### Problem details
The expected output is the complete data, reproduced exactly.

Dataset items
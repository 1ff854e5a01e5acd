// Test servers listen on the loopback interface only (tests touch no other network), on a port the
// system picks: one way to start one and name its base URL.
import type { AddressInfo, Server } from 'node:net';

/** Starts server on host (127.0.0.1 by default) at a free port; resolves with `http://host:port`. */
export function listenLoopback(server: Server, host = '127.0.0.1'): Promise<string> {
  return new Promise((resolve, reject) => {
    server.once('error', reject);
    server.listen(0, host, () => resolve(`http://${host}:${(server.address() as AddressInfo).port}`));
  });
}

### Solution to the exercise
repository 1ff854e5a01e5acd
// Test servers listen on the loopback interface only (tests touch no other network), on a port the
// system picks: one way to start one and name its base URL.
import type { AddressInfo, Server } from 'node:net';

/** Starts server on host (127.0.0.1 by default) at a free port; resolves with `http://host:port`. */
export function listenLoopback(server: Server, host = '127.0.0.1'): Promise<string> {
  return new Promise((resolve, reject) => {
    server.once('error', reject);
    server.listen(0, host, () => resolve(`http://${host}:${(server.address() as AddressInfo).port}`));
  });
}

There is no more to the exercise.